▶ [EXERCISE GOAL]: Nothing is to be left out; print all the entries exactly.

▶ [EXTRACTED RECORDS]:
"""A diode type or MOSFET channel the description states plainly, marked as inferred."""

from __future__ import annotations

import pytest

from partpick.catalog.importer import import_catalog
from partpick.catalog.inference import infer_value
from partpick.catalog.query import list_parts


@pytest.mark.parametrize(
    ("kind", "name", "description", "value"),
    [
        ("diode", "diode_type", "SCHOTTKY RECT 40V 3A SMA", "schottky"),
        ("diode", "diode_type", "Ultrafast rectifier, 200 V 2 A", "fast"),
        ("diode", "diode_type", "ultra-fast recovery diode", "fast"),
        ("diode", "diode_type", "Fast Recovery Rectifier 600V", "fast"),
        ("diode", "diode_type", "SiC Schottky diode 650 V", "sic"),
        ("diode", "diode_type", "Silicon carbide rectifier", "sic"),
        ("diode", "diode_type", "Rectifier diode 400 V", None),
        ("diode", "diode_type", "Schottky and fast recovery pair", None),  # two answers
        ("diode", "diode_type", "Schottkyless rectifier", None),  # whole words only
        ("mosfet", "channel", "MOSFET N-CH 60V 8A", "n"),
        ("mosfet", "channel", "P-Channel enhancement MOSFET", "p"),
        ("mosfet", "channel", "Trench N channel power MOSFET", "n"),
        ("mosfet", "channel", "Dual N- and P-Channel MOSFET", None),
        ("mosfet", "channel", "Power MOSFET 40 V", None),
        ("mosfet", "channel", "", None),
    ],
)
def test_what_a_description_states(kind, name, description, value):
    assert infer_value(kind, name, description) == value


def test_a_diode_file_without_a_type_column_takes_it_from_the_description(db_file, write_csv):
    text = (
        "MPN,Description,Reverse Voltage,Average Forward Current\n"
        "TD-1,SCHOTTKY RECT 40V 3A,40,3\n"
        "TD-2,Rectifier 400 V,400,1\n"
    )
    import_catalog(db_file, [write_csv(text)], "diode")
    parts = {p["mpn"]: p for p in list_parts(db_file, "diode", provenance=True)}
    assert parts["TD-1"]["diode_type"] == "schottky"
    assert parts["TD-1"]["inferred"] == {"diode_type": "description"}
    assert parts["TD-2"]["diode_type"] is None and parts["TD-2"]["inferred"] is None


def test_a_stated_value_is_never_replaced_and_an_empty_one_is_filled(db_file, write_csv):
    text = (
        "MPN,Description,Channel,Vds\n"
        "TQ-1,MOSFET N-CH 40V,p,40 V\n"  # the column wins, even against the description
        "TQ-2,MOSFET N-CH 40V,,40 V\n"
    )
    import_catalog(db_file, [write_csv(text)], "mosfet")
    parts = {p["mpn"]: p for p in list_parts(db_file, "mosfet", provenance=True)}
    assert (parts["TQ-1"]["channel"], parts["TQ-1"]["inferred"]) == ("p", None)
    assert (parts["TQ-2"]["channel"], parts["TQ-2"]["inferred"]) == (
        "n",
        {"channel": "description"},
    )


def test_nothing_is_inferred_from_a_part_number(db_file, write_csv):
    text = "MPN,Reverse Voltage,Average Forward Current\nTD-SCHOTTKY-40,40,3\n"
    import_catalog(db_file, [write_csv(text)], "diode")
    (part,) = list_parts(db_file, "diode", provenance=True)
    assert part["diode_type"] is None and part["inferred"] is None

▶ [RESPONSE TO THE TASK]:
"""A diode type or MOSFET channel the description states plainly, marked as inferred."""

from __future__ import annotations

import pytest

from partpick.catalog.importer import import_catalog
from partpick.catalog.inference import infer_value
from partpick.catalog.query import list_parts


@pytest.mark.parametrize(
    ("kind", "name", "description", "value"),
    [
        ("diode", "diode_type", "SCHOTTKY RECT 40V 3A SMA", "schottky"),
        ("diode", "diode_type", "Ultrafast rectifier, 200 V 2 A", "fast"),
        ("diode", "diode_type", "ultra-fast recovery diode", "fast"),
        ("diode", "diode_type", "Fast Recovery Rectifier 600V", "fast"),
        ("diode", "diode_type", "SiC Schottky diode 650 V", "sic"),
        ("diode", "diode_type", "Silicon carbide rectifier", "sic"),
        ("diode", "diode_type", "Rectifier diode 400 V", None),
        ("diode", "diode_type", "Schottky and fast recovery pair", None),  # two answers
        ("diode", "diode_type", "Schottkyless rectifier", None),  # whole words only
        ("mosfet", "channel", "MOSFET N-CH 60V 8A", "n"),
        ("mosfet", "channel", "P-Channel enhancement MOSFET", "p"),
        ("mosfet", "channel", "Trench N channel power MOSFET", "n"),
        ("mosfet", "channel", "Dual N- and P-Channel MOSFET", None),
        ("mosfet", "channel", "Power MOSFET 40 V", None),
        ("mosfet", "channel", "", None),
    ],
)
def test_what_a_description_states(kind, name, description, value):
    assert infer_value(kind, name, description) == value


def test_a_diode_file_without_a_type_column_takes_it_from_the_description(db_file, write_csv):
    text = (
        "MPN,Description,Reverse Voltage,Average Forward Current\n"
        "TD-1,SCHOTTKY RECT 40V 3A,40,3\n"
        "TD-2,Rectifier 400 V,400,1\n"
    )
    import_catalog(db_file, [write_csv(text)], "diode")
    parts = {p["mpn"]: p for p in list_parts(db_file, "diode", provenance=True)}
    assert parts["TD-1"]["diode_type"] == "schottky"
    assert parts["TD-1"]["inferred"] == {"diode_type": "description"}
    assert parts["TD-2"]["diode_type"] is None and parts["TD-2"]["inferred"] is None


def test_a_stated_value_is_never_replaced_and_an_empty_one_is_filled(db_file, write_csv):
    text = (
        "MPN,Description,Channel,Vds\n"
        "TQ-1,MOSFET N-CH 40V,p,40 V\n"  # the column wins, even against the description
        "TQ-2,MOSFET N-CH 40V,,40 V\n"
    )
    import_catalog(db_file, [write_csv(text)], "mosfet")
    parts = {p["mpn"]: p for p in list_parts(db_file, "mosfet", provenance=True)}
    assert (parts["TQ-1"]["channel"], parts["TQ-1"]["inferred"]) == ("p", None)
    assert (parts["TQ-2"]["channel"], parts["TQ-2"]["inferred"]) == (
        "n",
        {"channel": "description"},
    )


def test_nothing_is_inferred_from_a_part_number(db_file, write_csv):
    text = "MPN,Reverse Voltage,Average Forward Current\nTD-SCHOTTKY-40,40,3\n"
    import_catalog(db_file, [write_csv(text)], "diode")
    (part,) = list_parts(db_file, "diode", provenance=True)
    assert part["diode_type"] is None and part["inferred"] is None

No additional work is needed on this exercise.